The histological assessment of human tissue is the key point for detection and treatment of cancer. We employ randomized detection trees and survival statistics to automate and objectify some of the most crucial tasks in modern pathology. I am going to present a framework for biomarker quantification on tissue microarrays from renal clear cell cancer patients.

The tipping point is a term commonly used to describe that moment when ideas, trends and behaviors cross a threshold, tip and spread like wildfire resulting in a complete shift in our thinking and practice. We are currently on the verge of such a tipping point in microscopy. Virtual Microscopy is radically altering our perception of microscopy.

Virtual microscopy is widely accepted in Pathology for educational purpose and tele-consultation but is far from the routine use in surgical pathology due to the technical requirements and some limitations. What are the basic requirements for routine use? Which scenarios are useful and cost-effective? Which tools we need? Answers will be given, algorithms will be presented and open questions will be referred.

Urokinase plasminogen activator (uPA) and its inhibitor (PAI-1) are clinically approved tumor markers in primary breast cancer with strong prognostic impact. Automated scanning, followed by computer-assisted quantitative scoring of uPA and PAI-1 expression assessed by immunohistochemistry is an interesting alternative to the established ELISA measurements, recently recommended for clinical application in the ASCO guidelines 2007.

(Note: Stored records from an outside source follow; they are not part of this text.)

/**
 * `reach:VALUE` as time to event (METHODS.md), and the analysis side of extreme alphas.
 */
import { describe, expect, it } from 'vitest';
import { analyze } from '../../src/analysis/analyze.js';
import { resolveOptions } from '../../src/analysis/options.js';
import { meta, runSet, type RunSpec } from './runSetBuilder.js';
import { at } from '../support/at.js';

/** A run that reaches `top` at `at` (linear rise from 0, logged every 100 steps to 2000). */
function rise(at: number, top: number): { steps: number[]; values: number[] } {
  const steps = Array.from({ length: 21 }, (_, i) => i * 100);
  return { steps, values: steps.map((s) => Math.min(top, (top * s) / at)) };
}

describe('reach:VALUE as a time-to-event summary', () => {
  // steady: every seed reaches 0.9 at logged step 1500. flaky: half its seeds reach it sooner
  // (logged step 800), the other half never do (they top out at 0.8; censored at step 2000).
  // Log-rank (first principles): at step 800, 4 events among 16 at risk, 8 flaky: E = 2, O = 4;
  // at step 1500, 8 events among 12 at risk, 4 flaky: E = 8/3, O = 0. Total O 4 < E 4.67: the
  // flaky arm reaches less often than its share, so it is not better (dropping its censored runs
  // would have made it 'better': 4 v 8 runs, all of its 4 sooner).
  const specs: RunSpec[] = [];
  for (let s = 1; s <= 8; s++) specs.push({ params: { m: 'steady' }, seed: s, metrics: { acc: rise(1500 + s, 0.95) } });
  for (let s = 1; s <= 8; s++)
    specs.push({ params: { m: 'flaky' }, seed: s, metrics: { acc: s <= 4 ? rise(800 + s, 0.95) : rise(1000, 0.8) } });
  const set = runSet(['m'], specs, [{ name: 'acc', goal: 'max' }]);

  it('a flaky config that often never reaches is never better than a steady one; censored runs are kept', () => {
    const r = analyze(set, resolveOptions({ baseline: 'm=steady', summary: 'reach:0.9' }), meta);
    const c = at(r.comparisons, 0);
    expect(c.candidate).toBe('m=flaky');
    expect(c.primary).toBe('log-rank');
    expect(c.verdict).not.toBe('better');
    expect(c.n).toEqual({ baseline: 8, candidate: 8 }); // nobody dropped
    const k = c.timeToEvent;
    if (k === null) throw new Error('the reach comparison has no time-to-event block');
    expect(k.candidate.reached).toBe(4);
    expect(k.baseline.reached).toBe(8);
    expect(k.candidate.fraction).toBeCloseTo(0.5, 12);
    expect(k.candidate.medianSteps).toBe(800); // Kaplan-Meier: S falls to 0.5 at step 800 (4 of 8 events)
    expect(k.baseline.medianSteps).toBe(1500);
    expect(k.logRank.observed).toBe(4);
    expect(k.logRank.expected).toBeCloseTo(2 + 8 / 3, 12);
    expect(k.logRank.expected).toBeGreaterThan(k.logRank.observed as number);
    expect(k.logRank.method).toBe('exact-permutation'); // C(16, 8) = 12,870 relabelings
    expect(c.runs.filter((u) => u.censored)).toHaveLength(4);
    // the summary's goal is fewer steps, and summary.md reads the same comparison (rendered elsewhere)
    expect(c.goal).toBe('min');
  });

  it('the steady config against the flaky one as baseline is not worse', () => {
    const r = analyze(set, resolveOptions({ baseline: 'm=flaky', summary: 'reach:0.9' }), meta);
    expect(r.comparisons[0]?.verdict).not.toBe('worse');
  });
});

describe('no internal error for any alpha in (0, 1)', () => {
  it('alpha 1e-11 at 2 v 2 and alpha 0.999 at 3 v 3 give results, not errors', () => {
    const specs: RunSpec[] = [
      { params: { m: 'a' }, seed: 1, metrics: { acc: 0.5 } },
      { params: { m: 'a' }, seed: 2, metrics: { acc: 0.52 } },
      { params: { m: 'b' }, seed: 1, metrics: { acc: 0.6 } },
      { params: { m: 'b' }, seed: 2, metrics: { acc: 0.61 } },
      { params: { m: 'b' }, seed: 3, metrics: { acc: 0.65 } },
    ];
    const set = runSet(['m'], specs, [{ name: 'acc', goal: 'max' }], 'scores');
    for (const alpha of ['1e-11', '1e-6', '0.5', '0.999']) {
      const r = analyze(set, resolveOptions({ baseline: 'm=a', alpha }), meta);
      expect(r.comparisons).toHaveLength(1);
      expect(r.comparisons[0]?.difference.level).toBeCloseTo(1 - Number(alpha), 12);
    }
  });
});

In colorectal cancer (CRC) quantitative cell counts based on immune cell surface molecules (CD3, CD8, Granzyme B, and CD45RO) have been shown to be a potentially better predictor for patient outcome than the classical TNM system. Using virtual microscopy we have studied the intratumoral heterogeneity of the investigated immune cell surface molecules. Computational simulation of Tissue Microarrays (TMA) from the virtual slides shows that intratumoral heterogeneity of all measured surface molecules was so high that a reliable measurement of the surface molecules for an individual patient can only be achieved by microscopy of the full tissue sections but not from TMAs. We suggest that also studies for the definition of potential biomarker cut-offs -and their later use in individual patient’s predictions-based on quantitative cell counts should include quantitative assessments of intratumoral heterogeneity. This can only be reliably achieved by measurement of full tissue slides using virtual microscopy.

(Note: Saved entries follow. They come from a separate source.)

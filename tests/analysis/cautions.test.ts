import { describe, expect, it } from 'vitest';
import {
  comparisonCautions,
  pooledSkewness,
  formatNumber,
  sampleSkewness,
  smallestTwoSidedP,
  type CautionFacts,
} from '../../src/analysis/cautions.js';

const base: CautionFacts = {
  metric: 'acc',
  summary: 'final',
  task: null,
  baseline: 'b',
  candidate: 'c',
  goal: 'max',
  goalInferred: false,
  reachValue: null,
  baselineValues: [1, 2, 3, 4, 5],
  candidateValues: [2, 3, 4, 5, 6],
  failures: {
    baseline: { runs: 5, diverged: 0, short: 0 },
    candidate: { runs: 5, diverged: 0, short: 0 },
    fisherP: null,
  },
  failedPolicy: 'exclude',
  zeroSpread: false,
  noValue: { baseline: 0, candidate: 0 },
  alpha: 0.05,
  p: { welch: 0.3, permutation: 0.3, mannWhitney: 0.3 },
  verdict: 'inconclusive',
  reasons: [],
};

describe('smallestTwoSidedP', () => {
  it('is 2 / C(n1 + n2, n1): METHODS.md .1 at 3 v 3, .0286 at 4 v 4, .0079 at 5 v 5', () => {
    expect(smallestTwoSidedP(3, 3)).toBeCloseTo(0.1, 14);
    expect(smallestTwoSidedP(4, 4)).toBeCloseTo(2 / 70, 14);
    expect(formatNumber(smallestTwoSidedP(4, 4))).toBe('0.0286');
    expect(smallestTwoSidedP(5, 5)).toBeCloseTo(2 / 252, 14);
    expect(smallestTwoSidedP(1, 1)).toBe(1);
  });
});

describe('sampleSkewness', () => {
  it('matches scipy.stats.skew (bias=True)', () => {
    // scipy 1.10.1 (tests/reference/analysis_reference.py): skew([1, 1.1, 1.2, 1.3, 5]) = 1.48427744360567
    expect(sampleSkewness([1, 1.1, 1.2, 1.3, 5])).toBeCloseTo(1.48427744360567, 12);
    expect(sampleSkewness([1, 2])).toBeNull();
    expect(sampleSkewness([3, 3, 3])).toBeNull();
  });
});

describe('pooledSkewness', () => {
  it(
    'centres each arm and matches scipy.stats.skew on the ' + 'pooled values, with the normal-theory standard error',
    () => {
      // scipy 1.10.1 (Debian): b=[1,2,3], c=[1,1.1,1.2,1.3,1.4,9]; r = concat(b-b.mean(), c-c.mean());
      // stats.skew(r) = 2.058442550919847; 2*sqrt(6n(n-1)/((n-2)(n+1)(n+3))) at n=9 = 1.4342743312012722
      const s = pooledSkewness([1, 2, 3], [1, 1.1, 1.2, 1.3, 1.4, 9]);
      expect(s?.g1).toBeCloseTo(2.058442550919847, 12);
      expect(2 * (s?.se as number)).toBeCloseTo(1.4342743312012722, 12);
      expect(s?.n).toBe(9);
      // A shift between arms is not skew: two symmetric arms far apart give 0.
      expect(pooledSkewness([1, 2, 3], [101, 102, 103])?.g1).toBeCloseTo(0, 12);
      expect(pooledSkewness([1, 2], [3, 4])).toBeNull();
    },
  );
});

describe('comparisonCautions', () => {
  it('says nothing for a plain 5 v 5 comparison', () => {
    expect(comparisonCautions(base)).toEqual({ lines: [], kinds: [], problems: [] });
  });

  it('few seeds, skew, unequal seeds, disagreeing tests, fragile better: lines and problems', () => {
    const r = comparisonCautions({
      ...base,
      baselineValues: [1, 2, 3],
      candidateValues: [1, 1.1, 1.2, 1.3, 1.4, 9],
      p: { welch: 0.04, permutation: 0.2, mannWhitney: null },
      verdict: 'better',
    });
    expect(r.lines).toEqual([
      'only 3 seeds in the baseline arm: intervals are wide and one more seed can turn the verdict',
      'the values are skewed within the arms (sample skewness 2.06 of the 9 values centred on their arm means, ' +
        'beyond 1.43, twice its standard error under normality): t-based intervals may under-cover; read the ' +
        'rank and permutation tests beside Welch',
      'unequal seed counts (6 candidate v 3 baseline)',
      'the tests disagree at alpha 0.05 (Welch p = 0.04, the permutation test p = 0.2); treat the verdict as fragile',
      "the 'better' verdict rests on 6 v 3 seeds: fragile; confirm it with more seeds before claiming it",
    ]);
    expect(r.kinds).toEqual(['few-seeds', 'skewed', 'unequal-seeds', 'tests-disagree', 'fragile']);
    expect(r.problems.map((p) => p.code)).toEqual(['few-seeds', 'skewed-values', 'unequal-seeds', 'tests-disagree']);
    expect(r.problems[0]?.message).toBe(
      'acc (final), c v b: only 3 seeds in the baseline arm: intervals are wide and one more seed can turn the verdict',
    );
  });

  it('reach summaries, inferred goals, diverged and value-less runs, reasons', () => {
    const r = comparisonCautions({
      ...base,
      goal: 'min',
      goalInferred: true,
      reachValue: 0.9,
      failures: {
        baseline: { runs: 6, diverged: 1, short: 0 },
        candidate: { runs: 7, diverged: 0, short: 1 },
        // scipy.stats.fisher_exact([[1, 5], [1, 6]]) (two-sided) is 1.0
        fisherP: 1,
      },
      noValue: { baseline: 0, candidate: 1 },
      reasons: ["Welch's test could not run: because"],
    });
    expect(r.lines).toEqual([
      'the summary is the number of steps until acc first reaches 0.9 (reaching sooner is better); runs that ' +
        "have not reached it are censored at the comparison's step and kept (log-rank test)",
      "lower is better was inferred from the name 'acc'; say --metric acc:max if that is wrong",
      '2 failed runs left out of the values: baseline 1 of 6 failed (1 diverged), candidate 1 of 7 failed (1 ' +
        "short); Fisher's exact test on the failure counts p = 1",
      '1 run has no value for this summary and is left out (baseline 0, candidate 1)',
      "Welch's test could not run: because",
    ]);
    expect(r.kinds).toEqual(['reach-summary', 'goal-guessed', 'failed-runs', 'no-value', 'not-run']);
    expect(r.problems.map((p) => [p.code, p.message])).toEqual([
      ['goal-inferred', "acc: lower is better was inferred from the name 'acc'; say --metric acc:max if that is wrong"],
    ]);
  });
});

The standardization of IHC is a task with high priority. Different domains (medical, tissue handling, reports) are covered by this process. The task of IHE (Integrating the Healthcare Enterprise) is to identify the necessary actors, transactions and content elements of messages for an integrated communication between automatons and Pathology Laboratory Information Systems. The IHE presented the Technical Framework as a first step for modeling of processes in Pathology.

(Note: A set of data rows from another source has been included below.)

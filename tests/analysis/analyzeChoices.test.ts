/**
 * Analysis choices pinned end to end, by value: each option below changes the numbers `analyze` (or
 * the aggregate it calls) writes, and each expected number comes from outside the project.
 *
 * - `--level`: curve bands and per-config intervals below 20 runs are Student t-intervals of the mean
 *   at that level. Expected ends: scipy 1.10.1 `stats.t.interval(level, n - 1, loc=mean, scale=sem)`
 *   via Debian python3-scipy, held here to 10 digits with the quantile computed by mpmath at 40
 *   digits (scipy 1.10.1's own t.ppf is good to a few 1e-9 only); tests/reference/analysis_reference.py
 *   ("analyzeChoices.test.ts") checks both.
 * - `--calibration-bins`: the expected calibration error with 2 bins, worked by hand in
 *   tests/analysis/calibration.test.ts (Naeini, Cooper & Hauskrecht 2015; Guo et al. 2017), differs
 *   from the one with the default 15 bins.
 * - The across-task interval keeps tasks apart (stratified bootstrap, Agarwal et al. 2021): first
 *   principles, stated in the test.
 */
import { describe, expect, it } from 'vitest';
import { analyze } from '../../src/analysis/analyze.js';
import { resolveOptions } from '../../src/analysis/options.js';
import { taskAggregates, type TaskScore } from '../../src/analysis/tasks.js';
import type { Results } from '../../src/analysis/results.js';
import type { RunSet, TickDump } from '../../src/ingest/types.js';
import { meta, runSet } from './runSetBuilder.js';

/** Two configs x 3 seeds, one metric logged at steps 0 and 10 (two curve bins; the final value is at step 10). */
const AT_0: Readonly<Record<string, readonly number[]>> = { 'width=1': [0.1, 0.2, 0.4], 'width=2': [0.15, 0.25, 0.3] };
const AT_10: Readonly<Record<string, readonly number[]>> = {
  'width=1': [0.6, 0.64, 0.71],
  'width=2': [0.66, 0.7, 0.69],
};
const SET: RunSet = runSet(
  ['width'],
  ['1', '2'].flatMap((w) =>
    [0, 1, 2].map((k) => ({
      params: { width: w },
      seed: k + 1,
      metrics: {
        acc: { steps: [0, 10], values: [AT_0[`width=${w}`]?.[k] as number, AT_10[`width=${w}`]?.[k] as number] },
      },
    })),
  ),
  [{ name: 'acc', goal: 'max' }],
);

/** scipy 1.10.1 t.interval ends (mpmath quantile), see the file comment. */
const T90: Readonly<Record<string, readonly [number, number]>> = {
  'width=1 step 0': [-0.024185189250352207, 0.49085185591701896],
  'width=1 step 10': [0.5561355961197778, 0.7438644038802222],
  'width=2 step 0': [0.10457407204149055, 0.36209259462517607],
  'width=2 step 10': [0.6482394742213973, 0.7184271924452692],
};
const T95_WIDTH1_STEP10: readonly [number, number] = [0.511689065761544, 0.788310934238456];

function expectEnds(
  low: number | null | undefined,
  high: number | null | undefined,
  want: readonly [number, number],
): void {
  expect(low).toBeCloseTo(want[0], 10);
  expect(high).toBeCloseTo(want[1], 10);
}

describe('--level: a level other than 0.95 moves curve bands and per-config intervals to its t-interval', () => {
  // Computed inside each test, not here: work done while vitest collects the tests counts as
  // "static" in mutation runs, and a static mutant runs every test (DEVELOPERS.md, "Mutation testing").
  const at90 = (): Results => analyze(SET, resolveOptions({ baseline: 'width=1', level: '0.9' }), meta);

  it('curve bands, per bin, at 0.9', () => {
    const r = at90();
    for (const config of ['width=1', 'width=2']) {
      const curve = r.curves.find((c) => c.metric === 'acc' && c.config === config);
      expect(curve?.level).toBe(0.9);
      expect(curve?.n).toEqual([3, 3]);
      expectEnds(curve?.low[0], curve?.high[0], T90[`${config} step 0`] as [number, number]);
      expectEnds(curve?.low[1], curve?.high[1], T90[`${config} step 10`] as [number, number]);
    }
  });

  it('per-config intervals of the final values, at 0.9 and at the default 0.95', () => {
    const r = at90();
    const at95 = analyze(SET, resolveOptions({ baseline: 'width=1' }), meta);
    for (const config of ['width=1', 'width=2']) {
      const value = r.configValues.find((v) => v.metric === 'acc' && v.config === config);
      expect(value?.level).toBe(0.9);
      expect(value?.n).toBe(3);
      expectEnds(value?.low, value?.high, T90[`${config} step 10`] as [number, number]);
    }
    const value95 = at95.configValues.find((v) => v.metric === 'acc' && v.config === 'width=1');
    expect(value95?.level).toBe(0.95);
    expectEnds(value95?.low, value95?.high, T95_WIDTH1_STEP10);
  });
});

/** One run's tick dump: rows are samples, columns ticks (as in tests/analysis/calibration.test.ts). */
function dump(run: string, seed: string, confidence: number[][], correct: number[][]): TickDump {
  return {
    run,
    config: 'width=1',
    seed,
    file: `${run}.csv`,
    step: 10,
    samples: correct.length,
    ticks: 2,
    correct: Uint8Array.from(correct.flat()),
    certainty: new Float64Array(correct.length * 2).fill(0.5),
    confidence: Float64Array.from(confidence.flat()),
  };
}

describe('--calibration-bins is the number of calibration bins analyze uses', () => {
  // RUN_1 and RUN_2 of tests/analysis/calibration.test.ts, whose comment works the 2-bin ECE by hand:
  // ticks 0 and 1 give .15 and .2 (run 1) and .25 and .1875 (run 2); means .2 and .19375.
  const dumps = [
    dump(
      'width=1,seed=1',
      '1',
      [
        [0.4, 0.9],
        [0.6, 0.8],
        [0.7, 0.6],
        [0.3, 0.5],
      ],
      [
        [0, 1],
        [1, 1],
        [0, 0],
        [1, 0],
      ],
    ),
    dump(
      'width=1,seed=2',
      '2',
      [
        [0.2, 1],
        [0.9, 0.95],
        [0.55, 0.7],
        [Number.NaN, 0.4],
      ],
      [
        [0, 1],
        [1, 1],
        [1, 1],
        [0, 0],
      ],
    ),
  ];
  const withDumps: RunSet = { ...SET, tickDumps: dumps };

  it('2 bins: the hand-worked ECE per tick, and its t-interval at level 0.9', () => {
    const r = analyze(withDumps, resolveOptions({ baseline: 'width=1', calibrationBins: '2', level: '0.9' }), meta);
    const [curve] = r.calibration;
    expect(curve?.bins).toBe(2);
    expect(curve?.reliability).toHaveLength(2);
    expect(curve?.ece[0]?.mean).toBeCloseTo(0.2, 14);
    expect(curve?.ece[1]?.mean).toBeCloseTo(0.19375, 14);
    // scipy 1.10.1 t.interval(0.9, 1, mean, sem) of [.15, .25] and [.2, .1875] (mpmath quantile; see the top).
    expectEnds(curve?.ece[0]?.low, curve?.ece[0]?.high, [-0.11568757573375188, 0.5156875757337519]);
    expectEnds(curve?.ece[1]?.low, curve?.ece[1]?.high, [0.154289053033281, 0.233210946966719]);
  });

  it('the default (15 bins) gives other numbers on the same dumps', () => {
    const r = analyze(withDumps, resolveOptions({ baseline: 'width=1' }), meta);
    const [curve] = r.calibration;
    expect(curve?.bins).toBe(15);
    expect(curve?.reliability).toHaveLength(15);
    // With 15 bins of width 1/15 each prediction at tick 0 sits alone in its bin. Run 1:
    // .4 (bin 6), .6 (bin 9), .7 (bin 10), .3 (bin 4); ECE = (.4 + .4 + .7 + .7) / 4 = .55 (|correct - conf| each).
    // Run 2 at tick 0: .2 (bin 3, wrong) .2; .9 (bin 13, right) .1; .55 (bin 8, right) .45; ECE = .75 / 3 = .25.
    expect(curve?.ece[0]?.mean).toBeCloseTo((0.55 + 0.25) / 2, 14);
  });
});

describe('the across-task interval keeps tasks apart (stratified bootstrap)', () => {
  it('two tasks of four runs, all 0 on one task and all 1 on the other: the interval is exactly [0.5, 0.5]', () => {
    // First principles: a stratified resample draws four runs within each task, so every resample
    // holds four 0s and four 1s, whose interquartile mean (the middle four of eight) is 0.5. Pooling
    // the eight scores instead gives resamples with other mixes (e.g. six 0s: IQM 0.25) and a wide
    // interval.
    const scores: TaskScore[] = [
      ...[0, 0, 0, 0].map((value) => ({ task: 'a', group: 'g', value })),
      ...[1, 1, 1, 1].map((value) => ({ task: 'b', group: 'g', value })),
    ];
    const [agg] = taskAggregates('acc', 'max', ['g'], scores, new Map(), { level: 0.95, resamples: 2000, seed: 1 });
    expect(agg?.interquartileMean).toBe(0.5);
    expect(agg?.low).toBe(0.5);
    expect(agg?.high).toBe(0.5);
  });
});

Current cervical cancer screening is based on the detection of abnormal cells in cytological specimens prepared from cervical smears. Virtual microscopy has the potential to improve this process at several levels. Web-based evaluation systems allow cytologists to analyze specimens without having the glass slide at the same physical location. Archiving of digital microscopy images preserves slides under optimal conditions and saves storage space. Novel biomarkers allow for automated detection of abnormal cells, increasing sensitivity and reducing evaluation time.